Trying to predict the outcome of pro CSGO Matches

First a little bit of background:

I am an avid Counter-Strike Player and i also very much enjoy watching professional matches.

There is also a vivid betting scene in Counter-Strike eSports, where predicting the winner of professional matches will net you quite a lot of money.

So being a computer science student and having lost considerable sums of money betting, i thought to myself:

Could i build a Machine-Learning based solution to automatically predict the winner of professional Counter-Strike Matches?

But first i had to gather some historical data. Fortunately the site HTLV.org keeps track of every single professional Counter-Strike match played.

There was a small problem tho, they had no official API to request said data. So i had to build a fairly complex Webscraper to extract the necessary data from the site.

I chose to use Python, the requests module, and BeautifulSoup4 as a basis for the Webscraper.

Very basically, i first use requests to load the HTML of a single match page, such as this, i then ingest the raw HTML into BS4 to parse it.

def getRawData(url, useragent=_UAGENT, waittime=16):
    """
    returns a bs4.soup-Object of the given url
    @Params: url: a string-url for a HLTV-Match page
    @returns a bs4.soup-Object
    """
    try:
        # Connect and Save the HTML Page
        # Check if Proxy Settings are available
        # User Agent Mozilla to Circumvent Security Blocking
        page_html = proxies.proxiedRequest(url)
 
    except Exception as e:
        print(e)
        print("HTTPError 429 Too many requests, waiting for " + str(waittime) + " Seconds.")
        time.sleep(waittime)
        return getRawData(url, waittime=waittime * 2)
 
    # Parse HTML
    page_soup = soup(page_html, "html.parser")
    return page_soup

I then had to extract all the information from the HTML, fortunately BS4 makes this very easy.

Heres an example of how i extracted the date and time when a match was played:

def _getMatchDate(page_soup):
    """
    returns relevant Date Information for a given soup_Object
    @Params: page_soup: bs4.soup-Object of an HTLV-Result Page
    @returns a datetime.datetime Object
    """
    time = page_soup.find("div", {"class": "time"}).text
    date = page_soup.find("div", {"class": "date"}).text
    year = date[-4:]
    day = int((date.split(" ")[0])[0:-2])
    month = month_string_to_number(date.split(" ")[2])
    return datetime.datetime(int(year), month, int(day), hour=int(time.split(":")[0]), minute=int(time.split(":")[1]))

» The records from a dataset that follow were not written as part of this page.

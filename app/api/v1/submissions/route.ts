// POST /api/v1/submissions — a member submits a missing part with its spec sheet (multipart)
// GET  /api/v1/submissions — moderators: the pending queue; members: their own submissions
import { createSubmission, listPendingSubmissions, listSubmissionsBy } from "@/db/queries/submissions";
import { allowed, parseWith, withSession } from "@/lib/auth/session";
import { rowToApiPart } from "@/lib/catalog/rows";
import { AppError } from "@/lib/errors";
import { checkSpecSheet, SPEC_SHEET_MAX_BYTES } from "@/lib/spec-sheet";
import { deleteObject, putObject } from "@/lib/storage";
import { partInputSchema } from "@/lib/validation/parts";

export const dynamic = "force-dynamic";

export const POST = withSession(async (request, { user }) => {
  if (Number(request.headers.get("content-length") ?? 0) > SPEC_SHEET_MAX_BYTES + 200_000) {
    throw new AppError("payload_too_large", "The spec sheet is larger than 10 MB.", { specSheet: ["At most 10 MB"] });
  }
  let form: FormData;
  try { form = await request.formData(); } catch { throw new AppError("bad_request", "Send the part as multipart form data with a `part` field and a `specSheet` file."); }
  let raw: unknown;
  try { raw = JSON.parse(String(form.get("part") ?? "")); } catch { throw new AppError("bad_request:validation", "The part's details are missing.", { part: ["Missing or not JSON"] }); }
  const input = parseWith(partInputSchema, raw);
  const file = form.get("specSheet");
  if (!(file instanceof File)) throw new AppError("bad_request:validation", "Attach the maker's spec sheet.", { specSheet: ["Attach a PDF, PNG or JPEG"] });
  const bytes = new Uint8Array(await file.arrayBuffer());
  const checked = await checkSpecSheet(bytes);
  if (!checked.ok) throw new AppError("bad_request:validation", checked.message, { specSheet: [checked.message] });
  const key = `spec-sheets/${crypto.randomUUID()}.${checked.ext}`;
  await putObject({ key, body: bytes, contentType: checked.type });
  let row: Awaited<ReturnType<typeof createSubmission>>;
  try {
    row = await createSubmission({ input, userId: user.id, specSheet: { key, type: checked.type } });
  } catch (err) {
    // No orphan uploads: a submission that was not stored keeps no spec sheet either.
    await deleteObject({ key }).catch((e) => console.error(`could not delete ${key}`, e));
    throw err;
  }
  return Response.json({ ...rowToApiPart(row), probableDuplicateOf: row.probableDuplicateOf }, { status: 201 });
});

export const GET = withSession(async (_request, { user }) => {
  if (allowed(user, { part: "review" })) {
    const rows = await listPendingSubmissions();
    return Response.json({ items: rows.map((r) => ({ ...rowToApiPart(r.part), submitter: r.submitter, probableDuplicateOf: r.part.probableDuplicateOf, createdAt: r.part.createdAt })) });
  }
  const rows = await listSubmissionsBy({ userId: user.id });
  return Response.json({ items: rows.map((r) => ({ ...rowToApiPart(r), reviewReason: r.reviewReason, createdAt: r.createdAt })) });
});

Having extracted all the interesting information from the HTML, i then had to store it.

I chose to use SQLite for its ease of use and speed.

Here’s a snapshot of my Database-Layout:

Database Layout

Now all thats left to do is run my Scraper for every match listed on HLTV.org, lets hope they dont have DDOS-Protection :)

Using Elo to calculate win-percentages.

After i had collected all the Data i needed, i started by trying to calculate Elo-Values for every player, so that i could theoretically predict their Winrates against each other.

Heres the Code i used to calculate the Elo after a match.

def calcRoundElo(team0, team1, winner):
    """
    @Param: team0, team1 is a List of all Players on the Team.
     *** The List team0 has to be a List of 5 PlayerIDs! ***
    @Param: winner is either a 0 or a 1 depending on which Team won the round.
    This Method then calculates the Elo Values for every player after the Round and returns them in Two Lists
    """
    K = 128
 
    averageEloTeam0 = -1
    averageEloTeam1 = -1
    for player in team0:
        averageEloTeam0 += getEloForPlayer(player)
    averageEloTeam0 = averageEloTeam0 / len(team0)
    for player in team1:
        averageEloTeam1 += getEloForPlayer(player)
    averageEloTeam1 = averageEloTeam1 / len(team0)
 
    for player in team0:
        elo = getEloForPlayer(player)
        transformedElo = math.pow(10, elo / 400)
        expectedScore = transformedElo / (transformedElo + math.pow(10, averageEloTeam1 / 400))
        if winner == 1:
            newRating = elo + (K * (0 - expectedScore))
        elif winner == 0:
            newRating = elo + (K * (1 - expectedScore))
        updateEloRating(player, newRating)
 
    for player in team1:
        elo = getEloForPlayer(player)
        transformedElo = math.pow(10, elo / 400)
        expectedScore = transformedElo / (transformedElo + math.pow(10, averageEloTeam0 / 400))
        if winner == 0:
            newRating = elo + (K * (0 - expectedScore))
        elif winner == 1:
            newRating = elo + (K * (1 - expectedScore))
        updateEloRating(player, newRating)

Work in Progess, i’ll continue this whenever i have the Time.